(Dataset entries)
= = = =

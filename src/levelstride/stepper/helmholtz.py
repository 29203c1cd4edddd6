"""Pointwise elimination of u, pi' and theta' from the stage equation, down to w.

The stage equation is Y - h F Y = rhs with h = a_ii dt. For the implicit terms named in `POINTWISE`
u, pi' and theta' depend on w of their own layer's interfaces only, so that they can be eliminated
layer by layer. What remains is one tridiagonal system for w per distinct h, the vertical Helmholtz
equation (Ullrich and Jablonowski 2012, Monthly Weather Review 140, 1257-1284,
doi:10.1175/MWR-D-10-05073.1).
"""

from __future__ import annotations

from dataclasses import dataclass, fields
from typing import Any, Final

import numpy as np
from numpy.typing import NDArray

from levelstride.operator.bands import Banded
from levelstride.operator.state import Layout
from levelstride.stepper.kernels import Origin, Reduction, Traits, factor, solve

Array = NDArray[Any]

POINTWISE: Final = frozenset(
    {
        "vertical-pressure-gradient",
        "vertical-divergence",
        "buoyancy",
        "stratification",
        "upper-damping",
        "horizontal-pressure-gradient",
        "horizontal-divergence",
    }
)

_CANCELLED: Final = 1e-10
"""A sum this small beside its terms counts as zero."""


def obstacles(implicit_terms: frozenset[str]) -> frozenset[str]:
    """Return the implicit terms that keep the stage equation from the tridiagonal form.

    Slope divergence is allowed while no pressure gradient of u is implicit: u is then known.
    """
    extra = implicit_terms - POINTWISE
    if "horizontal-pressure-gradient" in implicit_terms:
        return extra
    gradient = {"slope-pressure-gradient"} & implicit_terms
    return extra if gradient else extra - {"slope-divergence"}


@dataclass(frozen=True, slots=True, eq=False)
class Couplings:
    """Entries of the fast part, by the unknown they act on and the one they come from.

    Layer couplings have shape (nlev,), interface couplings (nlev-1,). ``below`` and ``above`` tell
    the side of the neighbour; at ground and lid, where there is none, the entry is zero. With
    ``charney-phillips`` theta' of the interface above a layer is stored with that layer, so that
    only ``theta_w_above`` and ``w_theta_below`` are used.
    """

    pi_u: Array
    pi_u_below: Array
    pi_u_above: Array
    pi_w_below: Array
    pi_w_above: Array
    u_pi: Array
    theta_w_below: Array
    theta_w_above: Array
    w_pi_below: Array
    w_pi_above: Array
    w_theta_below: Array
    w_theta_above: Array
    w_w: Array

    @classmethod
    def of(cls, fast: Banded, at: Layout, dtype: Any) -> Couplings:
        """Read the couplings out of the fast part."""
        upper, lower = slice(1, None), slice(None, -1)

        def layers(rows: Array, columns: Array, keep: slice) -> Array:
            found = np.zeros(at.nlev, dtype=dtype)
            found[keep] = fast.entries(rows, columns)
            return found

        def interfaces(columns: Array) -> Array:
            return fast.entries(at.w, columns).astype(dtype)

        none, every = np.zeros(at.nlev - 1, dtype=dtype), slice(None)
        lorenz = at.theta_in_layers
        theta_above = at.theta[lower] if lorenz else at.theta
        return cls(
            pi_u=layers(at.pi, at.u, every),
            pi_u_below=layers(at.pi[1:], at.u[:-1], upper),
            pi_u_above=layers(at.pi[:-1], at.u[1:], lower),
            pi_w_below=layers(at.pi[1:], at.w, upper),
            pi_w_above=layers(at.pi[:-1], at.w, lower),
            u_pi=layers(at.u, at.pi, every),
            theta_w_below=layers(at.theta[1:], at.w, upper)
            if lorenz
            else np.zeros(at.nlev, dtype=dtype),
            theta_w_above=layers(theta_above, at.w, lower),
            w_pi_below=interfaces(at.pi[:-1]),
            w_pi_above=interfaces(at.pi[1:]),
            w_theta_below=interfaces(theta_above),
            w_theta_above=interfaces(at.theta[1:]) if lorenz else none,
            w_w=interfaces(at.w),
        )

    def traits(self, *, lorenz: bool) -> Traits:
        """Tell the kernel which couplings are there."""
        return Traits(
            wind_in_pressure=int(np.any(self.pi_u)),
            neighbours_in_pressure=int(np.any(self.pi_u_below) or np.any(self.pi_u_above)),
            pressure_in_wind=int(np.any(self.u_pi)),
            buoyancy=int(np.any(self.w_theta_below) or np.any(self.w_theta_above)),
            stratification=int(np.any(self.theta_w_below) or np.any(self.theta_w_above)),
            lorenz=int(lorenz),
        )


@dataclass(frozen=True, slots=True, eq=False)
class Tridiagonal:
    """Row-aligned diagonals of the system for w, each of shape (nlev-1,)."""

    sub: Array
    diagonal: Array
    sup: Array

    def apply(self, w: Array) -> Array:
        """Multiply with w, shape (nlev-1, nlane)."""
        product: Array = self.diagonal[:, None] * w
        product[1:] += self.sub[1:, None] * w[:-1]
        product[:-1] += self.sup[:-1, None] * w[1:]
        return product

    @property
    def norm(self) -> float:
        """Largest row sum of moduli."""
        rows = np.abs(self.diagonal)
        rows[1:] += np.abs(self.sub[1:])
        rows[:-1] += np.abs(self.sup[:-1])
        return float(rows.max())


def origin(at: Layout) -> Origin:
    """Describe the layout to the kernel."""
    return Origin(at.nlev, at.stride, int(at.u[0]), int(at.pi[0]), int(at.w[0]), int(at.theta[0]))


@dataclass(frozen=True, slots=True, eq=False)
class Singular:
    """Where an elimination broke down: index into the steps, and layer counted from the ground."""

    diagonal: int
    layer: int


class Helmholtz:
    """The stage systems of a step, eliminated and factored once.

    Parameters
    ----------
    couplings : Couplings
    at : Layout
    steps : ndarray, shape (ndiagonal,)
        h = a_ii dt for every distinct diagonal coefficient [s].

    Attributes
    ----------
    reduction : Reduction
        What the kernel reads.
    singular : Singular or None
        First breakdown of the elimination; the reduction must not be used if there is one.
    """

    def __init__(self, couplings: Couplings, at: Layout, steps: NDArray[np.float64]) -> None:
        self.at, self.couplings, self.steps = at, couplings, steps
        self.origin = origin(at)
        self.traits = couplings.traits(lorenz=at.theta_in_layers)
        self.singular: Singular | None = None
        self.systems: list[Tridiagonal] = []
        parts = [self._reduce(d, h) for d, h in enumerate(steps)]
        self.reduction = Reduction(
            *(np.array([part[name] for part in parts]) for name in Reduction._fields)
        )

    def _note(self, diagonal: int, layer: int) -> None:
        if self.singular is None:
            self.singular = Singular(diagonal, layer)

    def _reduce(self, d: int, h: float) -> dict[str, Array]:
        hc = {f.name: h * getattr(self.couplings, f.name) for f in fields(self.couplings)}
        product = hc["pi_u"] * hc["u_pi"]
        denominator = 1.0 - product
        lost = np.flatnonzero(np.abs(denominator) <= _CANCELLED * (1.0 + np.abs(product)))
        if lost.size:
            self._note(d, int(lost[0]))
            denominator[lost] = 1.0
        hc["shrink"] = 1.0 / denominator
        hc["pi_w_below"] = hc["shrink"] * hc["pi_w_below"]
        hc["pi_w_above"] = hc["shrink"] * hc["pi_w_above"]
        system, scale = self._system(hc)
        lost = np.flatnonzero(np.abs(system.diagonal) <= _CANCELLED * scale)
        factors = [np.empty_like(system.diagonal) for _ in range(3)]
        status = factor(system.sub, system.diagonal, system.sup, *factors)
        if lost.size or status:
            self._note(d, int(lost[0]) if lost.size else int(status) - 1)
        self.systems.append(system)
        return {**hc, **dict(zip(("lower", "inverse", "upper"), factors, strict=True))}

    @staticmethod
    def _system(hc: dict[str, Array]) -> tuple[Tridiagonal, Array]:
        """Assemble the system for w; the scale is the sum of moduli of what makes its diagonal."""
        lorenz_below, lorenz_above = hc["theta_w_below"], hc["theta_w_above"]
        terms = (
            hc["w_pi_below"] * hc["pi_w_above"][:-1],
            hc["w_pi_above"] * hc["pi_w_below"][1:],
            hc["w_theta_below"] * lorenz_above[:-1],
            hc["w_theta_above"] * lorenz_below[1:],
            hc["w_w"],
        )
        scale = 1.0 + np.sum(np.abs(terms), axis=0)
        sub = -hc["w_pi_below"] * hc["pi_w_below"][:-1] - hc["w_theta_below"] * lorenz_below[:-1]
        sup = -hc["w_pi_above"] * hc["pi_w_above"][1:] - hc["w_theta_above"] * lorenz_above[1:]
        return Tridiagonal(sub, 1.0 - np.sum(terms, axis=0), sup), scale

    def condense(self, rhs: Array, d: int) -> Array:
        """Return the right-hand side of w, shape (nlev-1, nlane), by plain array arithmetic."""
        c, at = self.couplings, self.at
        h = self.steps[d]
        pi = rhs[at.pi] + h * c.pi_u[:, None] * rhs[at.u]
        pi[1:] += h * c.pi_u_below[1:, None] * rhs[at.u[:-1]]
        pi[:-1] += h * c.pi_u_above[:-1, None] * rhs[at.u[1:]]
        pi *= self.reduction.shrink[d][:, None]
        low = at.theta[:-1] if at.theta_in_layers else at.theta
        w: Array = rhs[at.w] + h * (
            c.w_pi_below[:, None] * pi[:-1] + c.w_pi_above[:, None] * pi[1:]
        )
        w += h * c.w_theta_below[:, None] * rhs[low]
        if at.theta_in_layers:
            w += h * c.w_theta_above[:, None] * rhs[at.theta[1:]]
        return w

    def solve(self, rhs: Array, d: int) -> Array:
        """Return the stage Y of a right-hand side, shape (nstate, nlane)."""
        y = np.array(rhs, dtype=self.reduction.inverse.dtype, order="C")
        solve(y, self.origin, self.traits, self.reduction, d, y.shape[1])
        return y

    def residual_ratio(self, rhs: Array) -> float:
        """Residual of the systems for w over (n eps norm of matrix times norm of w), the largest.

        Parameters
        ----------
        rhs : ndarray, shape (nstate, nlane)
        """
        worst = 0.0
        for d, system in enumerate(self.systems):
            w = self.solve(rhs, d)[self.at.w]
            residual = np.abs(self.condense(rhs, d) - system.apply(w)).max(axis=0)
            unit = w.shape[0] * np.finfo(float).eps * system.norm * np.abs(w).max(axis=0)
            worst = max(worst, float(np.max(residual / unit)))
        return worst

= = = =

From the data above, output exactly the lines between the one containing "return float(rows.max())" and the one containing "an elimination broke", counting both of them.

        return float(rows.max())


def origin(at: Layout) -> Origin:
    """Describe the layout to the kernel."""
    return Origin(at.nlev, at.stride, int(at.u[0]), int(at.pi[0]), int(at.w[0]), int(at.theta[0]))


@dataclass(frozen=True, slots=True, eq=False)
class Singular:
    """Where an elimination broke down: index into the steps, and layer counted from the ground."""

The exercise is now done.